It could have the same impact on housing as Compulsory Super had on the stock market.There will be those taking advantage of the rental squeeze Australia wide,holding for longer periods and benefiting massively in the long-term.

All of a sudden Joe average who has a reasonable super fund of OVER $120,000 can turn to a SMSF set-up and  become involved in the best vehicle available for long-term wealth creation.


----------



## professor_frink (31 December 2007)

*Re: SMSF's allowed to borrow? Impact on property prices??*

cheers tech. 

Will go and see if I can find some info on it


----------



## Tom Ronalds (15 February 2008)

*Re: SMSF's allowed to borrow? Impact on property prices??*

There are several "strategies" currently being spruiked by the usual suspects. Here's a sample:

 "If you want real estate but don't have enough money in your super to buy it, you can now use an instalment warrant.

"Over time, you buy the investment outright with salary sacrifice and the super guarantee contributions."

The analysis I have seen on this is "be very wary!" Apparently this was a decision made by a junior minister in the previous government and was very much opposed by the relevant bureaucrats.

The Assistant Commissioner for Superannuation of the ATO, Ian Read, has said the following:

"The use of instalment warrants by a SMSF in a way that constitutes a breach of the superannuation laws is on our radar for 2007-2008."

Tom R


----------



## xoa (15 February 2008)

*Re: SMSF's allowed to borrow? Impact on property prices??*

If greedy superannuants want to borrow money to gamble on the property bubble, let them. They've already lost billions of dollars on the stock market this year, why should they stop there?

It won't affect property prices in the long term.


----------



## Happy (15 February 2008)

*Re: SMSF's allowed to borrow? Impact on property prices??*



xoa said:


> It won't affect property prices in the long term.




I think it will affect price by preventing it from plummeting.


----------



## xoa (15 February 2008)

*Re: SMSF's allowed to borrow?

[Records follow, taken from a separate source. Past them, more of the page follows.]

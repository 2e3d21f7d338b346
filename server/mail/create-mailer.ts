import { hostedMailer } from './hosted'
import type { Mailer } from './mailer'
import { MailRefused } from './mailer'
import type { MailRoute } from './settings'
import { smtpMailer } from './smtp'

/** One address and nothing that could name a second. */
const ADDRESS = /^[^\s<>(),;:\\"@]+@[^\s<>(),;:\\"@]+$/

/** Sends by the way this installation was given. */
export function createMailer(route: MailRoute): Mailer {
  const mailer = route.by === 'smtp' ? smtpMailer(route) : hostedMailer(route)
  return {
    async send(mail) {
      if (!ADDRESS.test(mail.to)) throw new MailRefused('this is not a mail address')
      await mailer.send(mail)
    },
  }
}
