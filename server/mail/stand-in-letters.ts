import type { Letter } from './letter'
import { oneLine } from './letter'

const open = { label: 'Open what waits for review', path: '/run-sheets/review' }

/** A reviewer who will be away hands their reviews over. @param startsOn first day, UTC @param endsOn last day, UTC */
export const standInLetter = (name: string, startsOn: string, endsOn: string): Letter => ({
  kind: 'run sheet handed over',
  subject: `You review for ${oneLine(name)} from ${startsOn} to ${endsOn}`,
  parts: [
    {
      text: `${oneLine(name)} is away. From ${startsOn} to ${endsOn}, days of UTC, you approve run sheets or send them back in their place. Nobody decides on a run sheet that they prepared themselves; nor can you on one that ${oneLine(name)} prepared.`,
    },
  ],
  action: open,
  because: `the reviews of ${oneLine(name)} were handed over to you`,
})

/** Reviews that were handed over are taken back before their time. */
export const standInEndedLetter = (name: string): Letter => ({
  kind: 'run sheet handed over',
  subject: `You no longer review for ${oneLine(name)}`,
  parts: [{ text: `The reviews of ${oneLine(name)} are no longer in your hands.` }],
  action: open,
  because: `the reviews of ${oneLine(name)} had been handed over to you`,
})
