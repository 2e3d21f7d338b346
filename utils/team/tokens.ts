import type { TokenStanding } from '#shared/schemas/tokens'
import type { MarkKind } from '~/utils/ui/parts'

export const STANDING_MARKS: Record<TokenStanding, MarkKind> = {
  valid: 'passed',
  expired: 'caution',
  'role lost': 'refused',
}

/** The last second of a day (UTC), given as `2027-01-31`; null for no day at all. */
export const endOfDay = (day: string): string | null => (day ? `${day}T23:59:59Z` : null)

/** A day some days after a moment, as `2027-01-31` (UTC). */
export function dayAfter(now: Date, days: number): string {
  const day = new Date(now)
  day.setUTCDate(day.getUTCDate() + days)
  return day.toISOString().slice(0, 10)
}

Impact on property prices??*



Happy said:


> I think it will affect price by preventing it from plummeting.




You think that blowing more borrowed money into the bubble will stop it from bursting? 

I think than an infusion of more debt would have exactly the opposite affect.


----------



## Happy (15 February 2008)

*Re: SMSF's allowed to borrow? Impact on property prices??*

Surely, if catastrophic downward pressure prevails, no amount of money is going to hold prices up, but when super money can absorb perceived glut, at least in short to medium term we are out of the woods.


----------



## CompareSMSF (19 February 2008)

*Re: SMSF's allowed to borrow? Impact on property prices??*

A useful balanced perspective from Trish Power Link


----------



## tech/a (19 February 2008)

*Re: SMSF's allowed to borrow? Impact on property prices??*



> Alternatively, if your fund does not have enough cash, you can also use personal debt to purchase a property that your super fund co-owns.




From the link above.
This is the most exciting opportunity that I see.
Releasing the equity which is locked away.
Still looking into it---but hoping that asset rich SMSF can be used in a co ownership transaction---effectively


----------



## ROE (19 February 2008)

*Re: SMSF's allowed to borrow? Impact on property prices??*

I think its crazy idea .. Super suppose to be manage in a sensible way so if all failed in your life you have something to hang on to in your retirement.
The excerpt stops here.